Ulundu Vadai is almost popular among all over India. This is made especially during festival times or any special occasions. This is entirely high protein rich snacks made with whole ural dal/ lentil. Making this type of vadai required less time with few points to be remembered everytime to make good vadai. Follow the procedure and prepare it for festivals, serve for god, get the blessings and enjoy with family.
YIELD –8-10 vadai
Urad Dal- 1cup
Curry leaves – few spring
Coriander leaves- few chopped
Ginger- 2 tsp chopped
Salt To Taste
Oil for deep frying
Wash and soak urad dal with fenugreek seeds in water for 1- 2hours. Grind into a thick batter using mixer grinder or food processor with minimum amount of water ( add water just to grind dhal without sticking at the machine bottom).
Finely chop green chilli, ginger, curry leaves and coriander leaves. Add this to the batter with salt and asafoetida. Mix well to combine all ingredients well with batter.
Now heat sufficient oil for deep frying in a deep bottom vessel / kadai . After few minutes check for the oil temperature whether it is ready for frying vadai by dropping small amount of the batter over the oil if it comes to the top then perfect.
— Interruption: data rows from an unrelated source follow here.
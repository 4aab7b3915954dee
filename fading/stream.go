package fading

import "math/rand/v2"

// StreamKind names the process a random stream feeds, so that every process
// of every user draws from its own independent stream (see NewStream).
type StreamKind uint32

// Stream kinds used by package fading. Values >= 100 are reserved for
// package loop's own kinds.
const (
	StreamTap       StreamKind = 1 // fading process of one tap; index = tap number
	StreamShadowing StreamKind = 2 // log-normal shadowing of a link
	StreamLOS       StreamKind = 3 // phase of the line-of-sight component
)

// splitmix64 is the finaliser of Steele, Lea & Flood's SplitMix64 generator
// (OOPSLA 2014), used here as a bijective 64-bit hash.
func splitmix64(x uint64) uint64 {
	x += 0x9e3779b97f4a7c15
	x = (x ^ (x >> 30)) * 0xbf58476d1ce4e5b9
	x = (x ^ (x >> 27)) * 0x94d049bb133111eb
	return x ^ (x >> 31)
}

// NewStream returns the deterministic random stream of process (user, index,
// kind) of a run seeded with seed: a math/rand/v2 PCG generator whose two
// 64-bit state words are a SplitMix64 hash chain of (seed, user, index,
// kind). Different (user, index, kind) triples give streams that are
// independent for all practical purposes; identical arguments give identical
// streams, whatever the goroutine or GOMAXPROCS. Negative user or index
// values are allowed (they hash like their two's-complement bit patterns).
func NewStream(seed uint64, user, index int, kind StreamKind) *rand.Rand {
	h := splitmix64(seed)
	h = splitmix64(h ^ uint64(user))
	h = splitmix64(h ^ uint64(index))
	h = splitmix64(h ^ uint64(kind))
	s1 := splitmix64(h ^ 0x5851f42d4c957f2d)
	s2 := splitmix64(h ^ 0x14057b7ef767814f)
	return rand.New(rand.NewPCG(s1, s2))
}
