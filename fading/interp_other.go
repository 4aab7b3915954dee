//go:build !amd64 || purego

package fading

// useAVX is false off amd64 and with the purego build tag: the Go
// interpolator runs.
var useAVX = false

// interpPowerAVX reports false: no assembly interpolator off amd64.
func interpPowerAVX(dst []float64, first bool, re, im []float64, idx, wrow []int32) bool {
	return false
}

// interpPower2AVX reports false: no assembly interpolator off amd64.
func interpPower2AVX(dstA, dstB, reA, imA, reB, imB []float64, idx, wrow []int32) bool { return false }

// osc16 reports false: no assembly oscillators off amd64.
func osc16(dst []float64, first bool, c, a, b []float64) bool { return false }

// interpPower3AVX is never called off amd64 (useAVX is false).
func interpPower3AVX(dst []float64, first bool, re, im []float64, stride int, idx, wrow []int32) {
	panic("fading: no assembly interpolator off amd64")
}
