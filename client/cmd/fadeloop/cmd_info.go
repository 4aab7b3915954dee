package main

import (
	"context"
	"flag"
	"fmt"
	"io"
	"strconv"
	"strings"

	"github.com/fadeloop/fadeloop/client/render"
	"github.com/fadeloop/fadeloop/loop/multicell"
)

func init() {
	register(&command{
		order:   95,
		name:    "info",
		summary: "print the server's versions, limits and built-in channel profiles",
		usage:   "",
		details: `Asks the server (or the embedded one) for its engine and API versions, the
limits it enforces on requests (users, groups, grid points, axis values,
traced users, message sizes, work per call) and its built-in tap-delay
profiles with their taps. The user limit is per scenario, and per cell
(the sum of the groups' counts) in a layout.

The multi-cell (layout) limits follow under their own heading: the
server's answer does not carry them, so they are this client's build of
the multi-cell engine (package loop/multicell), which is the server's own
only when both are the same build (compare the multi-cell engine version
line; the embedded server always is).

Output formats: table; json (the fadeloop.v1 GetServerInfoResponse).

Examples:
  fadeloop info
  fadeloop --server 127.0.0.1:7443 info --format json`,
		run: runInfo,
	})
}

func runInfo(e *env, _ *flag.FlagSet) action {
	return func(ctx context.Context, args []string) error {
		if err := noArgs(args); err != nil {
			return err
		}
		if err := e.g.checkFormat("table", "json"); err != nil {
			return err
		}
		out, _, release, info, err := e.infoSession(ctx)
		if err != nil {
			return err
		}
		defer release()
		w := out.Writer()
		if e.g.format == "json" {
			b, err := render.MarshalJSON(info)
			if err != nil {
				return err
			}
			w.Write(b)
			return out.commit()
		}
		fmt.Fprintf(w, "engine %s, API %s\n", info.GetEngineVersion(), info.GetApiVersion())
		if v := info.GetMulticellEngineVersion(); v != "" {
			fmt.Fprintf(w, "multi-cell engine %s (scenarios with layout.sites set)\n", v)
		}
		fmt.Fprintln(w)
		l := info.GetLimits()
		t := render.NewTable("limit", "value").AlignRight(1)
		for _, r := range []struct {
			name string
			v    int64
		}{
			{"users per scenario (layout: per cell)", int64(l.GetMaxUsers())},
			{"groups per scenario", int64(l.GetMaxGroups())},
			{"slots per replication", l.GetMaxSlots()},
			{"grid points", int64(l.GetMaxGridPoints())},
			{"values per axis", int64(l.GetMaxAxisValues())},
			{"traced users per run", int64(l.GetMaxTracedUsers())},
			{"received message (bytes)", l.GetMaxRecvMessageBytes()},
			{"sent message (bytes)", l.GetMaxSendMessageBytes()},
			{"work per call (tap-slots)", l.GetMaxCostTapSlots()},
		} {
			t.Add(r.name, render.GroupDigits(r.v))
		}
		t.Write(w)
		fmt.Fprintln(w)
		writeMulticellLimits(w)
		fmt.Fprintln(w)
		pt := render.NewTable("profile", "taps", "delays (ns)", "powers (dB)").AlignRight(1)
		for _, p := range info.GetProfiles() {
			var d, pw []string
			for _, tp := range p.GetTaps() {
				d = append(d, strconv.FormatFloat(tp.GetDelayNs(), 'g', -1, 64))
				pw = append(pw, strconv.FormatFloat(tp.GetPowerDb(), 'g', -1, 64))
			}
			pt.Add(p.GetName(), strconv.Itoa(len(p.GetTaps())), strings.Join(d, " "), strings.Join(pw, " "))
		}
		pt.Write(w)
		return out.commit()
	}
}

// writeMulticellLimits writes the multi-cell engine's limits as this
// build defines them (loop/multicell): GetServerInfoResponse has no field
// for them.
func writeMulticellLimits(w io.Writer) {
	fmt.Fprintf(w, "multi-cell limits of this client's engine %s (not in the server's answer):\n", multicell.EngineVersion)
	t := render.NewTable("limit", "value").AlignRight(1)
	t.Add("users in a layout (all cells)", render.GroupDigits(multicell.MaxUsers))
	t.Add("users per cell in one group (count)", render.GroupDigits(multicell.MaxGroupSize))
	t.Add("users × cells with FAST_FADING_FULL", render.GroupDigits(multicell.MaxFullFadingLinks))
	t.Add("slots per replication", render.GroupDigits(int64(multicell.MaxSlots)))
	t.Write(w)
}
Keep water in a small cup by the side to wet your hands while making vadai(this will help to shape good vadai and avoid stickiness with hands).
Slightly wet your hands in water, take some required amount of batter and flatten a bit , make a same hole in the center with thumb(here again slightly wet your thumb to make perfect hole).
Drop slowly and carefully in the hot oil without spilling over you. Deep fry both sides till crisp golden brown over medium flame.
Repeat with remaining batter to make vadai.
Serve hot with coconut chutney.
Ulundu Vadai / Medu Vadai
If you wish can add finly chopped onion (1) to the batter to add taste, but here today I didn’t include it in the vadai as it is made specially for Varalakshmi Vratam (fasting purpose).
Adding very less water while grinding the batter helps to yield good shape vadai, gives fluffiness, absorbs less oil.
Mix dough well enough for 5minutes when ground using mixie and try to make vadai immediatedly once the batter is ready , as later it tends to start fermenting and absorbs more oil .
Ulundu Vadai / Medu Vadai
One more suggestion by mistake if the batter is watery add few tablespoon of rice flour to make batter thick and this will yield good shape.
Adding fenugreek seeds will helps to make soft and crisp vadai with good appealing color.